Estimate similar models in ologit and mlogit. gologit2 is kind of a cross between those two programs, and by all rights they should be much faster than gologit2 is. If they are slow or have problems, it is probably not too surprising that gologit2 has problems too. You may just need to be patient or make other changes in your analysis.
Analyze a random subsample of your data. If the program works with a 10% sample it may eventually work with a 100% sample (or you might just have to say that a random subsample had to be used because of the size of the model.). If you don't know how to sample then type help sample from within Stata.
Sometimes rescaling variables will help. One user reported that gologit2 had problems when year was coded 1970 through 1999, but worked fine when he recoded it to 1 through 30.
Use the log option, e.g.
gologit2 y x1 x2 x3, pl(x1) log
This option prints out the iteration log, and may help you to see whether gologit2 is just spinning its wheels or slowly but surely working towards a solution. NOTE: The log option makes the autofit output look messy but it does work now.

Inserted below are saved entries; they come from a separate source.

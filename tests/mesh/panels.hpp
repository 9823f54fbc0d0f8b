/// Panels of all kinds that the mesh tests share.
#pragma once

#include <ostream>
#include <string>
#include <vector>

#include "mesh/panel.hpp"

namespace panelwright::test {

/// A panel under a name that may stand in a test's name.
struct NamedPanel {
    std::string name;
    mesh::Panel panel;
};

inline std::ostream& operator<<(std::ostream& out, const NamedPanel& named) {
    return out << named.name;
}

/// River gauge at 869.5 MHz, fed by a pin on the middle line.
inline mesh::Panel gauge_panel() {
    mesh::Panel panel;
    panel.patch = {.length = 0.147, .width = 0.165, .thickness = 0.0005};
    panel.spacer.height = 0.015;
    panel.feed = mesh::Probe{.x = -0.038, .y = 0.0, .diameter = 0.002};
    panel.reflector = {.length = 0.22, .width = 0.26};
    return panel;
}

/// Hill top at 869.5 MHz: tab feed and a post in the middle.
inline mesh::Panel hill_top_panel() {
    mesh::Panel panel = gauge_panel();
    panel.feed = mesh::Tab{.width = 0.005, .notch_depth = 0.008, .notch_gap = 0.001, .reach = 0.008};
    panel.posts = {{.x = 0.0, .y = 0.0, .diameter = 0.003}};
    return panel;
}

/// Dike watch at 3.4 GHz: pin off the middle line.
inline mesh::Panel dike_panel() {
    mesh::Panel panel;
    panel.patch = {.length = 0.038, .width = 0.044};
    panel.spacer.height = 0.004;
    panel.feed = mesh::Probe{.x = -0.009, .y = 0.0031, .diameter = 0.0013};
    panel.reflector = {.length = 0.09, .width = 0.09};
    return panel;
}

/// A probe panel with the given pin and posts.
inline mesh::Panel with_tubes(mesh::Probe pin, std::vector<mesh::Post> posts) {
    mesh::Panel panel = gauge_panel();
    panel.feed = pin;
    panel.posts = std::move(posts);
    return panel;
}

/// A tab panel with the given tab.
inline mesh::Panel with_tab(mesh::Tab tab) {
    mesh::Panel panel = hill_top_panel();
    panel.feed = tab;
    return panel;
}

/// A dozen panels, each with something awkward about it; all of them can be built.
inline std::vector<NamedPanel> assorted_panels() {
    std::vector<NamedPanel> list = {
        {"gauge", gauge_panel()}, {"hill_top", hill_top_panel()}, {"dike", dike_panel()}};

    mesh::Panel overhanging = dike_panel();
    overhanging.reflector = {.length = 0.034, .width = 0.036, .offset_x = 0.001, .offset_y = -0.002};
    list.push_back({"patch_overhanging", overhanging});

    mesh::Panel offset = hill_top_panel();
    offset.reflector = {.length = 0.21, .width = 0.2, .offset_x = -0.012, .offset_y = 0.017};
    list.push_back({"reflector_offset", offset});

    // The rim, 1.25 mm, just reaches the patch's edge at x = -73.5 mm and the reflector's at y = 60 mm.
    mesh::Panel at_the_edge = with_tubes({.x = -0.07225, .y = 0.05875, .diameter = 0.002}, {});
    at_the_edge.reflector = {.length = 0.22, .width = 0.16, .offset_y = -0.02};
    list.push_back({"pin_at_both_edges", at_the_edge});

    list.push_back({"posts_close_to_pin", with_tubes({.x = -0.03, .y = 0.0, .diameter = 0.002},
                                                     {{.x = -0.0275, .y = 0.0015, .diameter = 0.002},
                                                      {.x = -0.031, .y = -0.0045, .diameter = 0.003}})});
    list.push_back({"posts_in_pairs", with_tubes({.x = -0.03, .y = 0.0, .diameter = 0.002},
                                                 {{.x = 0.02, .y = 0.003, .diameter = 0.004},
                                                  {.x = -0.026, .y = -0.04, .diameter = 0.003},
                                                  {.x = 0.02, .y = -0.003, .diameter = 0.004},
                                                  {.x = -0.026, .y = 0.04, .diameter = 0.003}})});
    list.push_back({"fat_post", with_tubes({.x = -0.06, .y = 0.0, .diameter = 0.002},
                                           {{.x = 0.01, .y = 0.0, .diameter = 0.06}})});
    list.push_back(
        {"tab_without_reach", with_tab({.width = 0.005, .notch_depth = 0.02, .notch_gap = 0.002})});
    list.push_back({"tab_without_notch", with_tab({.width = 0.012, .reach = 0.004})});
    list.push_back({"bare_tab", with_tab({.width = 0.012})});

    mesh::Panel foot_at_edge =
        with_tab({.width = 0.006, .notch_depth = 0.01, .notch_gap = 0.001, .reach = 0.0365});
    foot_at_edge.posts = {{.x = -0.07, .y = 0.0065, .diameter = 0.003},
                          {.x = -0.0615, .y = 0.0, .diameter = 0.003}};
    list.push_back({"tab_foot_at_reflector_edge", foot_at_edge});
    return list;
}

}  // namespace panelwright::test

Let the program run overnight or at least for several hours. gologit2 is not the fastest program in the world, and it may just need time to finish its job. I would use the log option if you do this so you know the program has not locked up.
If you are using autofit and are adventurous, or just desperate to get results, you are welcome to try out a program called gotuff that is currently in beta testing. To get gotuff , from within Stata type
net from http://www.nd.edu/~rwilliam/stata
and then click on gotuff and follow the installation instructions. There is no help file yet but the program includes extensive comments and instructions. The idea behind gotuff is that it limits the amount of time that is spent on problematic intermediate models, in the hope that the final model will still be correct. Even if the program successfully produces a final model, the user has to decide whether the results seem plausible and correct. It seems to have worked well in the few tests I have done but that is no guarantee of its overall usefulness. Again, I think probably the best thing to do is to eliminate unnecessary and problematic variables, but gotuff might work if nothing else does.Before running gologit2, type
set more off
set trace on
gologit2 ...
You will get incredible amounts of output on your screen but you may be able to identify where the program is having problems.Consider using a different technique, e.g. mlogit or slogit. It may just be that your data and model are not well suited for a gologit analysis.